Data for this exercise =
↓
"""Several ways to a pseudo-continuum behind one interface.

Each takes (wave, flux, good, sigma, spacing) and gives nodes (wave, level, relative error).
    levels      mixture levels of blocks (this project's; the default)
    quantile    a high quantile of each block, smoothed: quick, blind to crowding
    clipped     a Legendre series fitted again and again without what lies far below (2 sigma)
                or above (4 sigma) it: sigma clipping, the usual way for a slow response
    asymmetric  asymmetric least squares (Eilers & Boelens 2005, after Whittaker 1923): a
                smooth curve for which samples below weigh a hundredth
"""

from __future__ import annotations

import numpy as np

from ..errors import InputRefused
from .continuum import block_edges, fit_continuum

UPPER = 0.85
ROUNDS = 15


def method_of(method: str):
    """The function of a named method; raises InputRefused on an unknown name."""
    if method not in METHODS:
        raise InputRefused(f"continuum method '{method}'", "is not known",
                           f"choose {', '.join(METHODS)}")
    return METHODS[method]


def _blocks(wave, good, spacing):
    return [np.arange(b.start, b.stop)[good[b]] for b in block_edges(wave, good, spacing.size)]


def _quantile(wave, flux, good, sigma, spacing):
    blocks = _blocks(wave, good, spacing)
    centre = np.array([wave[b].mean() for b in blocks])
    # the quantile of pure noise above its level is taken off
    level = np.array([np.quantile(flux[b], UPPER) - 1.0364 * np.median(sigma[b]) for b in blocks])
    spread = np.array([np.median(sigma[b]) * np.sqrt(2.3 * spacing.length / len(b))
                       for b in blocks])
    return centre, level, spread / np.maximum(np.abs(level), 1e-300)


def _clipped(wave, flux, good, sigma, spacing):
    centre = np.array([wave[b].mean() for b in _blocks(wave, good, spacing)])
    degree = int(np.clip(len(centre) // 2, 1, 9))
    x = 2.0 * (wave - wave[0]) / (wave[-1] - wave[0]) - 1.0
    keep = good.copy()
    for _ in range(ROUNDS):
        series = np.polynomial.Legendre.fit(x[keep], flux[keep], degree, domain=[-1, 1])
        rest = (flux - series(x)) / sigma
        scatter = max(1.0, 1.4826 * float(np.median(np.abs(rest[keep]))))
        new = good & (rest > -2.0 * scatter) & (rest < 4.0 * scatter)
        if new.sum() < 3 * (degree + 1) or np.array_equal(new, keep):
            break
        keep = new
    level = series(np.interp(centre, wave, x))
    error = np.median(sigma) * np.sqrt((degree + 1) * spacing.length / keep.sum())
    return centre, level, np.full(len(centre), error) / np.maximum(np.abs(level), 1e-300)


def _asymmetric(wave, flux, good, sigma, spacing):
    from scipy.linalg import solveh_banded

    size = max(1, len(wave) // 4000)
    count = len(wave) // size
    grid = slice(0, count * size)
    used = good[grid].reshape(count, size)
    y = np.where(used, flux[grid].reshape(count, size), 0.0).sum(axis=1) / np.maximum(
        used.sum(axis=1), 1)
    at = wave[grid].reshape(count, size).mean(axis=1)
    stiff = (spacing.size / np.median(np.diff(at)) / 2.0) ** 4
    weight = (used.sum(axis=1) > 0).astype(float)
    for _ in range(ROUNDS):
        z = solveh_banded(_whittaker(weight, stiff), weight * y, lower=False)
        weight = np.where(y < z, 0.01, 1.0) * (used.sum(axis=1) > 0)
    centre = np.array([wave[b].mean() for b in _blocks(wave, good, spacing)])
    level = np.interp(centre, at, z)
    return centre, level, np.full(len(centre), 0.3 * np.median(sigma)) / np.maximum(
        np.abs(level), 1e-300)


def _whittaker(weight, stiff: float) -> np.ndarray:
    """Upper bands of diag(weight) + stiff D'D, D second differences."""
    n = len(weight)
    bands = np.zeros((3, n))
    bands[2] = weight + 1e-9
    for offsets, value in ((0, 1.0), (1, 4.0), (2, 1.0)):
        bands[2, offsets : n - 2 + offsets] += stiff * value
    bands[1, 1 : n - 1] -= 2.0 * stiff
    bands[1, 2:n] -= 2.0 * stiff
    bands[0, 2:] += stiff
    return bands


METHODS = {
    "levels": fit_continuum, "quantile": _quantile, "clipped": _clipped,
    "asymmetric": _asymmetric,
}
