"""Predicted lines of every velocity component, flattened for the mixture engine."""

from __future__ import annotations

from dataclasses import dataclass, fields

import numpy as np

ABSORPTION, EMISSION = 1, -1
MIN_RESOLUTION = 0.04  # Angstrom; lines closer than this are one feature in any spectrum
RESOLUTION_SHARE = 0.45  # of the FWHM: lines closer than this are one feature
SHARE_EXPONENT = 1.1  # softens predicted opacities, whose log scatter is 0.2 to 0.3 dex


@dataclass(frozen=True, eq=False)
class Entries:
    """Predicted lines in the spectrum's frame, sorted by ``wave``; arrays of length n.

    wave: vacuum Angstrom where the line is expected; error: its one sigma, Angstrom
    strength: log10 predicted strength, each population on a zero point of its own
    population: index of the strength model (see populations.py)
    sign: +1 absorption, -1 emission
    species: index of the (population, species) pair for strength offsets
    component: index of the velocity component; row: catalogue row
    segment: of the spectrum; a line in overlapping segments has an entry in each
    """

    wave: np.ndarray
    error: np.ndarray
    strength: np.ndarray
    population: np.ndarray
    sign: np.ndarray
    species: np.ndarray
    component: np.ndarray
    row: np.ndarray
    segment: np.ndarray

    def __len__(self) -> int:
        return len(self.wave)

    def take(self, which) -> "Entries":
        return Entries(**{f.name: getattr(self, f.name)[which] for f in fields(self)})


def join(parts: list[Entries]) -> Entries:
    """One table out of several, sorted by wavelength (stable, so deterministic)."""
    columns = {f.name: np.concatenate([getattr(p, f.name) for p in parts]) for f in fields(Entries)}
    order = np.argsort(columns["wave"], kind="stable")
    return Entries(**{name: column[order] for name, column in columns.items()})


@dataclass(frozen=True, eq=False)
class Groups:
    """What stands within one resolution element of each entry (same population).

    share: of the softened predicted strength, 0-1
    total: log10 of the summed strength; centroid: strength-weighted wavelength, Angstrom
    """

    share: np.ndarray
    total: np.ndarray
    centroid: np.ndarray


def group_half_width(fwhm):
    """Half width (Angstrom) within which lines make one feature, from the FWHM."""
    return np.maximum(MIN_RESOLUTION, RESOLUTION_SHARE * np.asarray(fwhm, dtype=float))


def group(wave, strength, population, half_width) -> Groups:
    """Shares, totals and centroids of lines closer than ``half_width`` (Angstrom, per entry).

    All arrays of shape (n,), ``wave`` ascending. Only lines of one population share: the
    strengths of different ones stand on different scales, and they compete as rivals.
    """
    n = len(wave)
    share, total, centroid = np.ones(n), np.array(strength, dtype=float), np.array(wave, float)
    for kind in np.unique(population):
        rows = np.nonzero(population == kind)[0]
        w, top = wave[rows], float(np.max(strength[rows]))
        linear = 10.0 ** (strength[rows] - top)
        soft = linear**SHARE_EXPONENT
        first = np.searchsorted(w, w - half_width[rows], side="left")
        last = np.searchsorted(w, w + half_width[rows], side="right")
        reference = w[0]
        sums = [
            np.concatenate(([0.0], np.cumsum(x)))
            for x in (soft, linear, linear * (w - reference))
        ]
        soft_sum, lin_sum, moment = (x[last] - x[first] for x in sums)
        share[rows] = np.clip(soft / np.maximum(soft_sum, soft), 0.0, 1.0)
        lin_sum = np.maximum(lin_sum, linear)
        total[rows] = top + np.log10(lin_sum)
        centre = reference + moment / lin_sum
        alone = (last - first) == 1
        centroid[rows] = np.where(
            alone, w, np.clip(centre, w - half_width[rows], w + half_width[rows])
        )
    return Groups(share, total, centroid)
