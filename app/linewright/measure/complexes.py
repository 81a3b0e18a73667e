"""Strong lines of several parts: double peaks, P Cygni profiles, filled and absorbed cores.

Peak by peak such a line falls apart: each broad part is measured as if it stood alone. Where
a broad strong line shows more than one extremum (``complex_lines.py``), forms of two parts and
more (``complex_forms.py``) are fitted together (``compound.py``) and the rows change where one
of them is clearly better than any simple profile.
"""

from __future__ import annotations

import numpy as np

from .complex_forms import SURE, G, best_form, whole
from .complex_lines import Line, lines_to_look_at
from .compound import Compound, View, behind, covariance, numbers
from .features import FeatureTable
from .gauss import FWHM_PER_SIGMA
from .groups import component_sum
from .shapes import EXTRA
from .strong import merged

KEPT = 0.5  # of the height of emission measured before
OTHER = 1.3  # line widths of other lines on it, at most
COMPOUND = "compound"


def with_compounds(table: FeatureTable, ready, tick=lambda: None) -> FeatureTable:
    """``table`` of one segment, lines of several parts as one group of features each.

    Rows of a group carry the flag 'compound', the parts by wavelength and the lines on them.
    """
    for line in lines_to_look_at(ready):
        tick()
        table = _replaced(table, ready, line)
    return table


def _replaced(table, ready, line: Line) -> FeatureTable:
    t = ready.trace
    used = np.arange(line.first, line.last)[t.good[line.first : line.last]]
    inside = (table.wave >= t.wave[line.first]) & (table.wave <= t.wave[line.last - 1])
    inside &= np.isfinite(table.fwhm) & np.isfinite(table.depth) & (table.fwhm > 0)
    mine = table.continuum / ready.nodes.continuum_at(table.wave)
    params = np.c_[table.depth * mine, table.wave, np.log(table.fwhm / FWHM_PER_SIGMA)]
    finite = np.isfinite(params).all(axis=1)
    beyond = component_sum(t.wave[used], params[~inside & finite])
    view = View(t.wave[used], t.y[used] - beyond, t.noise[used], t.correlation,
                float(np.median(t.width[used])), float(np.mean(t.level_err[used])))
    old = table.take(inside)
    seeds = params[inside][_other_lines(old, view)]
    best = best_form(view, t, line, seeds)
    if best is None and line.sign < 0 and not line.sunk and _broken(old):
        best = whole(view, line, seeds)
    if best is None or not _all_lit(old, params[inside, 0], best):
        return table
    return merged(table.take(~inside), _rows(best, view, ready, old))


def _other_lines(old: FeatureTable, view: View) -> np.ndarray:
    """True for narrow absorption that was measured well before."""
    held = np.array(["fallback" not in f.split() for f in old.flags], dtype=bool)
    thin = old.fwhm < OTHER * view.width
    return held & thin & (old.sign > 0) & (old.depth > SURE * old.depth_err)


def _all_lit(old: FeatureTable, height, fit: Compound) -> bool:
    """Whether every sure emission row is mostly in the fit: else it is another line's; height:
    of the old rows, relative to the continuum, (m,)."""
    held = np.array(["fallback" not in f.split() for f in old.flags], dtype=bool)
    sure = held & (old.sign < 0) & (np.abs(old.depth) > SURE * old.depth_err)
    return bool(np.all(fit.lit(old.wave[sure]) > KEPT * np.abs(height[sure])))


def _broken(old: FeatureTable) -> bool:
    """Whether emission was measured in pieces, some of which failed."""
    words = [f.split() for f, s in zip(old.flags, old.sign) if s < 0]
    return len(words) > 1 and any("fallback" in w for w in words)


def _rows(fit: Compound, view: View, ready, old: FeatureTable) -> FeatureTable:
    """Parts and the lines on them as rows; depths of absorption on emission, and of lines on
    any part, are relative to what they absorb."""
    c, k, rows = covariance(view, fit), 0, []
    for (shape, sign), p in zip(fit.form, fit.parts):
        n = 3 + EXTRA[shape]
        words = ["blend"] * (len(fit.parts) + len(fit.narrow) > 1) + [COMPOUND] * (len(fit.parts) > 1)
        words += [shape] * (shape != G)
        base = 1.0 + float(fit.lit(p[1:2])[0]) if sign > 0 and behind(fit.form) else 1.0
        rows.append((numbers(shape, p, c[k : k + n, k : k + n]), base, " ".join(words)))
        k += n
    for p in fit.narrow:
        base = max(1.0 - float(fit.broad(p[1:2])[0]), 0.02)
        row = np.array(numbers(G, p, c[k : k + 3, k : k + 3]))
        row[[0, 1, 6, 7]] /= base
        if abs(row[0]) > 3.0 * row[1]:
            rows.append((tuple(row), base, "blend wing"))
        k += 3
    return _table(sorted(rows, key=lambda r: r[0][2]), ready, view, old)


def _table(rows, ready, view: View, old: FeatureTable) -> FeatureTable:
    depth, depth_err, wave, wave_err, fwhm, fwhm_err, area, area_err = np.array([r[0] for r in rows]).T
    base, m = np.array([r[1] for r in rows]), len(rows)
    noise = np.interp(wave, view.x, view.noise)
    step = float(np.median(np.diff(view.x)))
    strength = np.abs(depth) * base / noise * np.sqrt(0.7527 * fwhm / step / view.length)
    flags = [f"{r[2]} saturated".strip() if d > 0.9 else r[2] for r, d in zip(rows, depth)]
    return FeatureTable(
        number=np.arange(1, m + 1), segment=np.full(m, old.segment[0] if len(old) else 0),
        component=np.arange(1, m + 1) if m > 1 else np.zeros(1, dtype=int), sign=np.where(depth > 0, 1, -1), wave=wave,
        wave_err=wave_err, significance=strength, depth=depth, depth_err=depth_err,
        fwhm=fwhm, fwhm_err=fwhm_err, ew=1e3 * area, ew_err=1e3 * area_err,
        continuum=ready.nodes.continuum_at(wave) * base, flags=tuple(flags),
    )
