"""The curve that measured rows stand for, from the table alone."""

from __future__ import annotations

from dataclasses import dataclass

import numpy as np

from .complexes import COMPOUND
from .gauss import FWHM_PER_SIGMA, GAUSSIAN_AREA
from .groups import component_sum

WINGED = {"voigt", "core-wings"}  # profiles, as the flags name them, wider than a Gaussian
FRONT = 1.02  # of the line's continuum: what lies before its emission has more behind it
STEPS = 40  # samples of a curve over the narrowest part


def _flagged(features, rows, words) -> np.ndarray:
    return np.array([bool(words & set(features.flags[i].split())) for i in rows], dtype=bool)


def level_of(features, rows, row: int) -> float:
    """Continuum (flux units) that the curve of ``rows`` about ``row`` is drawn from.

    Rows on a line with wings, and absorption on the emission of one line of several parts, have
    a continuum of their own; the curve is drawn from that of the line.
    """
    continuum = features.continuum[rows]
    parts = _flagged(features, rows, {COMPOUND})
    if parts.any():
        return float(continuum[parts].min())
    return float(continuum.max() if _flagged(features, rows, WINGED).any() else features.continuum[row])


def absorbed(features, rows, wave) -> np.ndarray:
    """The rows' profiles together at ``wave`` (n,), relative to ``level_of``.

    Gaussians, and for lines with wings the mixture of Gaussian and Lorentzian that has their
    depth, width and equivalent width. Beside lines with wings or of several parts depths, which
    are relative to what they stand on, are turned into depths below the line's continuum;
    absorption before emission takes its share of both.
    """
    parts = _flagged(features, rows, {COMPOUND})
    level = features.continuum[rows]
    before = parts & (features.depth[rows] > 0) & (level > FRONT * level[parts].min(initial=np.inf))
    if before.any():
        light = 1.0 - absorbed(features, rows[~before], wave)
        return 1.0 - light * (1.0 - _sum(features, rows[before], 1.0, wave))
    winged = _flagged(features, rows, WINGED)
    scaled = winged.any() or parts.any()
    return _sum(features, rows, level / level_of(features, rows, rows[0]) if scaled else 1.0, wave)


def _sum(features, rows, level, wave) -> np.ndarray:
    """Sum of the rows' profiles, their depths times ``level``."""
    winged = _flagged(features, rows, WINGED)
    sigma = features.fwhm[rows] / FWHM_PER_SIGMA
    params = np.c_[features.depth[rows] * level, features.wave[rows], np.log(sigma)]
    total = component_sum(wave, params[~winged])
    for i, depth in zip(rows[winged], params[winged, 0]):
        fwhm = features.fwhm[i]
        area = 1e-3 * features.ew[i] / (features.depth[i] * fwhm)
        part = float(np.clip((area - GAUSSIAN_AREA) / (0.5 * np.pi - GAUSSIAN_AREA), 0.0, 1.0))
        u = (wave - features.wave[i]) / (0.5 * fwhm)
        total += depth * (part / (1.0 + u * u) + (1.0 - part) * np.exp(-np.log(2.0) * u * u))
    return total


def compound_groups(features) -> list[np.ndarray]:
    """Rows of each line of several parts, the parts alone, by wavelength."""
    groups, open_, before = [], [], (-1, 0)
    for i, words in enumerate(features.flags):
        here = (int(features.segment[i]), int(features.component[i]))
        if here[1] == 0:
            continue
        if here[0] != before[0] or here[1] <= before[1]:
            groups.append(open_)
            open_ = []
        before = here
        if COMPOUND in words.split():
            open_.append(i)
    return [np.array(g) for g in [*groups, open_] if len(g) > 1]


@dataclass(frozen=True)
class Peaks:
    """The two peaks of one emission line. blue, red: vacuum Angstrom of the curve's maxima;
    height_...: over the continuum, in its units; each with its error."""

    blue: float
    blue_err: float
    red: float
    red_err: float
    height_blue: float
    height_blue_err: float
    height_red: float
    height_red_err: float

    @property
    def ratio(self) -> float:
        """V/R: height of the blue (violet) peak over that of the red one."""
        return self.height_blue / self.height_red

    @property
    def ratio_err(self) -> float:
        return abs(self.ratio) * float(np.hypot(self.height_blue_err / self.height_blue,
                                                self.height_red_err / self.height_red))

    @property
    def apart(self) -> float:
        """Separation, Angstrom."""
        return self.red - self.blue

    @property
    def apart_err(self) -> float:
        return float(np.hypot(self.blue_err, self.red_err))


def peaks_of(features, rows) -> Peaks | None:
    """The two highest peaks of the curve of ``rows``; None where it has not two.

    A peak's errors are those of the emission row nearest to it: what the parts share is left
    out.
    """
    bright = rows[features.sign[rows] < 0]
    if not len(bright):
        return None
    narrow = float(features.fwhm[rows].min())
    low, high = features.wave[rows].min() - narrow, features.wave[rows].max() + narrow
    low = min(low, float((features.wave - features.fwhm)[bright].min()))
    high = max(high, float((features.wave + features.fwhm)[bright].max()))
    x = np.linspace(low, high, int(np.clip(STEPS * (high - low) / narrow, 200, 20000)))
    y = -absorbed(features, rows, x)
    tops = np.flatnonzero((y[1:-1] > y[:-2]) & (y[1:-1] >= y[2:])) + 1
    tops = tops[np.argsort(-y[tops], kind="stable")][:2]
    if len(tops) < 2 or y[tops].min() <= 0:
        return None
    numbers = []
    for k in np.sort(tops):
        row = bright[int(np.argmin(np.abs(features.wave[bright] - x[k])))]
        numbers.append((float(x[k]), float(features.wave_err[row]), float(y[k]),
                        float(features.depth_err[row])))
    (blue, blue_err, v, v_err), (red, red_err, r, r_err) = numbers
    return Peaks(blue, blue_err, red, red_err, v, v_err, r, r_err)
↑
Reproduce every line of the listing above in which the string "spread" appears.

    spread = np.array([np.median(sigma[b]) * np.sqrt(2.3 * spacing.length / len(b))
    return centre, level, spread / np.maximum(np.abs(level), 1e-300)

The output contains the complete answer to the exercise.